# Irrigation Wire Types?



## Bonkdlab (Apr 20, 2020)

My house was built in 1998, and I think the irrigation system was put in then. Controller outside, 9 zones, with the valves in individual boxes around the yard. My question is this: the controller has a multi-strand wire, but the valves have direct-burial wires running to them. Does this mean the multi strand wire is connected to the direct burial wire underground? Would that be in some sort of junction box?


----------



## quadmasta (Apr 3, 2019)

If it's like mine then they probably ran the multi-strand wire to the master/zone 1 valve, connected it there and then ran from that zone to the next. On my system after the first zone they just used a bunch of individual wires instead of multi-conductor.


----------



## jht3 (Jul 27, 2018)

Hopefully the multi to solid conductor splices is in one of your zone boxes, probably zone 1?


----------



## Bonkdlab (Apr 20, 2020)

Nope. All the valve boxes have the same red/white wires.


----------



## arrigetch peaks (Mar 27, 2019)

I'm assuming this is all low voltage 12v-24v not 120v. When you say multi-strand do you mean one cable with several conductors (wires) in it? Code, normal installation, knowing what you are doing, one would install a j-box when making a splice. Are you having problems?


----------



## Bonkdlab (Apr 20, 2020)

By multi strand, i mean several color-coded wires wrapped in a sleeve. I'm not having any problems- I'm just looking to learn more!


----------



## jht3 (Jul 27, 2018)

When you said multi strand I thought you meant something like speaker wire. Irrigation typically uses solid copper, with multiple colored wires inside an outer jacket.

Since that is not what you are finding in each box, there is splicing going on somewhere. Hopefully they used waterproof direct burial splices.
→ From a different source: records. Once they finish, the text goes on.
/**
 * Scenario description: streams drawn from known subpopulations, with changes scheduled at event indices
 * (0-based, counted per stream). Also the validation of scenario files, with messages that name the key.
 */
import { FAMILIES, positiveSupport, type ComponentSpec, type MixtureSpec } from './families.js';

/** Kinds of malformed line the simulator writes, and what the NDJSON decoder is expected to say about each. */
export type BadLineKind = 'not_json' | 'nan_string' | 'missing_value' | 'wrong_type' | 'negative_value';
export const BAD_LINE_KINDS: readonly BadLineKind[] = ['not_json', 'nan_string', 'missing_value', 'wrong_type', 'negative_value'];
/** negative_value decodes fine; the model refuses it (a log-scale stream), counted as out_of_domain. */
export const BAD_LINE_EXPECTED: Record<BadLineKind, string> = {
  not_json: 'unparseable',
  nan_string: 'wrong_type',
  missing_value: 'missing_field',
  wrong_type: 'wrong_type',
  negative_value: 'out_of_domain',
};

export type ChangeSpec =
  /** A new component with this weight; the others are scaled by (1 - weight). */
  | { kind: 'appear'; at: number; component: ComponentSpec; weight: number }
  /** Remove component `component` (index in the current list); the rest are renormalised. */
  | { kind: 'vanish'; at: number; component: number }
  /** New weights for the current components (renormalised). */
  | { kind: 'weights'; at: number; weights: number[] }
  /** Set a component's location parameter to `to` at once. */
  | { kind: 'shift'; at: number; component: number; to: number }
  /** Move a component's location parameter linearly to `to` over `over` events. */
  | { kind: 'drift'; at: number; component: number; to: number; over: number }
  /** Events in [at, until) are, with probability `fraction`, drawn from `component` instead of the mixture. */
  | { kind: 'outliers'; at: number; until: number; fraction: number; component: ComponentSpec }
  /** Before events in [at, until), with probability `fraction`, an extra malformed line is written. */
  | { kind: 'badLines'; at: number; until: number; fraction: number; kinds?: BadLineKind[] };

export interface StreamSpec {
  name: string;
  /** Event time of the first event, epoch ms. */
  start: number;
  /** Events per second of event time. */
  rate: number;
  gaps: 'exponential' | 'fixed';
  /** Events in the stream (bad lines are extra). */
  count: number;
  initial: MixtureSpec;
  changes: ChangeSpec[];
  /** Significant digits written for values (default 7). */
  digits?: number;
}

export interface Scenario {
  name: string;
  description: string;
  streams: StreamSpec[];
}

// ---------------------------------------------------------------------------------------------------------------
// Validation

export class ScenarioError extends Error {}

type Obj = Record<string, unknown>;

function fail(where: string, msg: string): never {
  throw new ScenarioError(`${where}: ${msg}`);
}

function obj(v: unknown, where: string): Obj {
  if (typeof v !== 'object' || v === null || Array.isArray(v)) fail(where, 'expected a mapping');
  return v as Obj;
}

function onlyKeys(o: Obj, where: string, keys: string[]): void {
  for (const k of Object.keys(o)) if (!keys.includes(k)) fail(`${where}.${k}`, `unknown key (expected one of ${keys.join(', ')})`);
}

function num(o: Obj, key: string, where: string, check?: (x: number) => string | null): number {
  const v = o[key];
  if (v === undefined) fail(`${where}.${key}`, 'missing');
  if (typeof v !== 'number' || !Number.isFinite(v)) fail(`${where}.${key}`, `expected a finite number, got ${JSON.stringify(v)}`);
  const problem = check?.(v) ?? null;
  if (problem !== null) fail(`${where}.${key}`, `${problem}, got ${v}`);
  return v;
}

const positive = (x: number): string | null => (x > 0 ? null : 'must be > 0');
const fraction = (x: number): string | null => (x >= 0 && x <= 1 ? null : 'must be within [0, 1]');
const openFraction = (x: number): string | null => (x > 0 && x < 1 ? null : 'must be within (0, 1)');
const index = (x: number): string | null => (Number.isInteger(x) && x >= 0 ? null : 'must be an integer >= 0');

export function parseComponent(v: unknown, where: string): ComponentSpec {
  const o = obj(v, where);
  const f = o.family;
  if (typeof f !== 'string' || !(FAMILIES as readonly string[]).includes(f))
    fail(`${where}.family`, `expected one of ${FAMILIES.join(', ')}, got ${JSON.stringify(f)}`);
  switch (f) {
    case 'normal':
      onlyKeys(o, where, ['family', 'mean', 'sd']);
      return { family: 'normal', mean: num(o, 'mean', where), sd: num(o, 'sd', where, positive) };
    case 'lognormal':
      onlyKeys(o, where, ['family', 'meanlog', 'sdlog']);
      return { family: 'lognormal', meanlog: num(o, 'meanlog', where), sdlog: num(o, 'sdlog', where, positive) };
    case 'gamma':
      onlyKeys(o, where, ['family', 'shape', 'scale']);
      return { family: 'gamma', shape: num(o, 'shape', where, positive), scale: num(o, 'scale', where, positive) };
    default:
      onlyKeys(o, where, ['family', 'scale', 'shape']);
      return { family: 'pareto', scale: num(o, 'scale', where, positive), shape: num(o, 'shape', where, positive) };
  }
}

function weightsOf(v: unknown, where: string, n?: number): number[] {
  if (!Array.isArray(v)) fail(where, 'expected a list of weights');
  if (n !== undefined && v.length !== n) fail(where, `expected ${n} weights (one per current component), got ${v.length}`);
  if (v.length === 0) fail(where, 'expected at least one weight');
  const w = v.map((x, k) => {
    if (typeof x !== 'number' || !Number.isFinite(x) || x < 0) fail(`${where}[${k}]`, `expected a number >= 0, got ${JSON.stringify(x)}`);
    return x;
  });
  const s = w.reduce((a, b) => a + b, 0);
  if (!(s > 0)) fail(where, 'weights sum to 0');
  return w.map((x) => x / s);
}

export function parseMixture(v: unknown, where: string): MixtureSpec {
  const o = obj(v, where);
  onlyKeys(o, where, ['weights', 'components']);
  if (!Array.isArray(o.components) || o.components.length === 0) fail(`${where}.components`, 'expected a non-empty list');
  const components = o.components.map((c, k) => parseComponent(c, `${where}.components[${k}]`));
  const weights = weightsOf(o.weights, `${where}.weights`, components.length);
  return { weights, components };
}

function parseChange(v: unknown, where: string, count: number, nComponents: number, positiveStream: boolean): { change: ChangeSpec; nComponents: number } {
  const o = obj(v, where);
  const kind = o.kind;
  const at = num(o, 'at', where, index);
  if (at >= count) fail(`${where}.at`, `is beyond the stream's ${count} events`);
  const comp = (): number => {
    const c = num(o, 'component', where, index);
    if (c >= nComponents) fail(`${where}.component`, `no component ${c} at that point (the stream has ${nComponents}, indexed from 0)`);
    return c;
  };
  const range = (): number => {
    const until = num(o, 'until', where, index);
    if (until <= at) fail(`${where}.until`, `must be after at (${at})`);
    return until;
  };
  switch (kind) {
    case 'appear':
      onlyKeys(o, where, ['kind', 'at', 'component', 'weight']);
      return {
        change: { kind, at, component: parseComponent(o.component, `${where}.component`), weight: num(o, 'weight', where, openFraction) },
        nComponents: nComponents + 1,
      };
    case 'vanish': {
      onlyKeys(o, where, ['kind', 'at', 'component']);
      if (nComponents < 2) fail(where, 'cannot remove the only component');
      return { change: { kind, at, component: comp() }, nComponents: nComponents - 1 };
    }
    case 'weights':
      onlyKeys(o, where, ['kind', 'at', 'weights']);
      return { change: { kind, at, weights: weightsOf(o.weights, `${where}.weights`, nComponents) }, nComponents };
    case 'shift':
      onlyKeys(o, where, ['kind', 'at', 'component', 'to']);
      return { change: { kind, at, component: comp(), to: num(o, 'to', where) }, nComponents };
    case 'drift':
      onlyKeys(o, where, ['kind', 'at', 'component', 'to', 'over']);
      return {
        change: { kind, at, component: comp(), to: num(o, 'to', where), over: num(o, 'over', where, (x) => (Number.isInteger(x) && x >= 1 ? null : 'must be an integer >= 1')) },
        nComponents,
      };
    case 'outliers':
      onlyKeys(o, where, ['kind', 'at', 'until', 'fraction', 'component']);
      return {
        change: { kind, at, until: range(), fraction: num(o, 'fraction', where, fraction), component: parseComponent(o.component, `${where}.component`) },
        nComponents,
      };
    case 'badLines': {
      onlyKeys(o, where, ['kind', 'at', 'until', 'fraction', 'kinds']);
      let kinds: BadLineKind[] | undefined;
      if (o.kinds !== undefined) {
        if (!Array.isArray(o.kinds) || o.kinds.length === 0) fail(`${where}.kinds`, `expected a non-empty list of ${BAD_LINE_KINDS.join(', ')}`);
        kinds = o.kinds.map((k, i) => {
          if (typeof k !== 'string' || !(BAD_LINE_KINDS as readonly string[]).includes(k))
            fail(`${where}.kinds[${i}]`, `expected one of ${BAD_LINE_KINDS.join(', ')}, got ${JSON.stringify(k)}`);
          if (k === 'negative_value' && !positiveStream) fail(`${where}.kinds[${i}]`, 'negative_value needs a stream whose components are all positive (lognormal, gamma, pareto)');
          return k as BadLineKind;
        });
      }
      const c: ChangeSpec = { kind, at, until: range(), fraction: num(o, 'fraction', where, fraction) };
      if (kinds !== undefined) c.kinds = kinds;
      return { change: c, nComponents };
    }
    default:
      fail(`${where}.kind`, `expected one of appear, vanish, weights, shift, drift, outliers, badLines, got ${JSON.stringify(kind)}`);
  }
}

function parseStart(v: unknown, where: string): number {
  if (v === undefined) return DEFAULT_START;
  if (typeof v === 'number' && Number.isFinite(v)) return v;
  if (typeof v === 'string') {
    const t = Date.parse(v);
    if (Number.isFinite(t)) return t;
  }
  if (v instanceof Date) return v.getTime();
  fail(where, `expected epoch milliseconds or an RFC 3339 date-time, got ${JSON.stringify(v)}`);
}

/** 2024-01-01T00:00:00Z: an arbitrary start for invented scenarios. */
export const DEFAULT_START = Date.UTC(2024, 0, 1);

export function parseStream(v: unknown, where: string, countOverride?: number): StreamSpec {
  const o = obj(v, where);
  onlyKeys(o, where, ['name', 'start', 'rate', 'gaps', 'count', 'initial', 'changes', 'digits']);
  if (typeof o.name !== 'string' || o.name.length === 0) fail(`${where}.name`, 'expected a non-empty string');
  const gaps = o.gaps ?? 'exponential';
  if (gaps !== 'exponential' && gaps !== 'fixed') fail(`${where}.gaps`, `expected exponential or fixed, got ${JSON.stringify(gaps)}`);
  const count = countOverride ?? num(o, 'count', where, (x) => (Number.isInteger(x) && x >= 1 ? null : 'must be an integer >= 1'));
  const initial = parseMixture(o.initial, `${where}.initial`);
  const positiveStream = initial.components.every(positiveSupport);
  const changes: ChangeSpec[] = [];
  if (o.changes !== undefined) {
    if (!Array.isArray(o.changes)) fail(`${where}.changes`, 'expected a list');
    // Component indices refer to the list as it is when the change happens, so validate in time order.
    const order = o.changes.map((c, k) => ({ c, k, at: typeof (c as Obj)?.at === 'number' ? ((c as Obj).at as number) : 0 }));
    order.sort((a, b) => a.at - b.at || a.k - b.k);
    let n = initial.components.length;
    for (const { c, k } of order) {
      const r = parseChange(c, `${where}.changes[${k}]`, count, n, positiveStream);
      n = r.nComponents;
      changes.push(r.change);
    }
  }
  const s: StreamSpec = {
    name: o.name,
    start: parseStart(o.start, `${where}.start`),
    rate: num(o, 'rate', where, positive),
    gaps,
    count,
    initial,
    changes,
  };
  if (o.digits !== undefined) s.digits = num(o, 'digits', where, (x) => (Number.isInteger(x) && x >= 1 && x <= 17 ? null : 'must be an integer in 1..17'));
  return s;
}

/** Validates a parsed scenario file (JSON or YAML). `source` names the file in messages. */
export function parseScenario(v: unknown, source: string, countOverride?: number): Scenario {
  const o = obj(v, source);
  onlyKeys(o, source, ['name', 'description', 'streams']);
  if (!Array.isArray(o.streams) || o.streams.length === 0) fail(`${source}: streams`, 'expected a non-empty list');
  const streams = o.streams.map((s, k) => parseStream(s, `${source}: streams[${k}]`, countOverride));
  const names = new Set<string>();
  for (const [k, s] of streams.entries()) {
    if (names.has(s.name)) fail(`${source}: streams[${k}].name`, `duplicate stream name ${JSON.stringify(s.name)}`);
    names.add(s.name);
  }
  if (o.name !== undefined && typeof o.name !== 'string') fail(`${source}: name`, 'expected a string');
  if (o.description !== undefined && typeof o.description !== 'string') fail(`${source}: description`, 'expected a string');
  return { name: (o.name as string | undefined) ?? source, description: (o.description as string | undefined) ?? '', streams };
}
I have that at a few boxes. At one they even changed the color on me, that was a real head scratcher! At the others I have more like you but black and red. The reason is the original wires were cut, probably accidently with a shovel and repaired. The splices are either in the box or nearby.


----------



## arrigetch peaks (Mar 27, 2019)

I would ohm out the wires. That would suck if they installed direct burial splices and used different conductors than the original wires. Well, that could happen if that is the wire they had with them at the time of the splicing.

Do all the valves have the same direct burial wire (I'm picturing type UF wire)? At the zone controller do you have only multi-strand wire (I'm picturing 16-2 solid)?


----------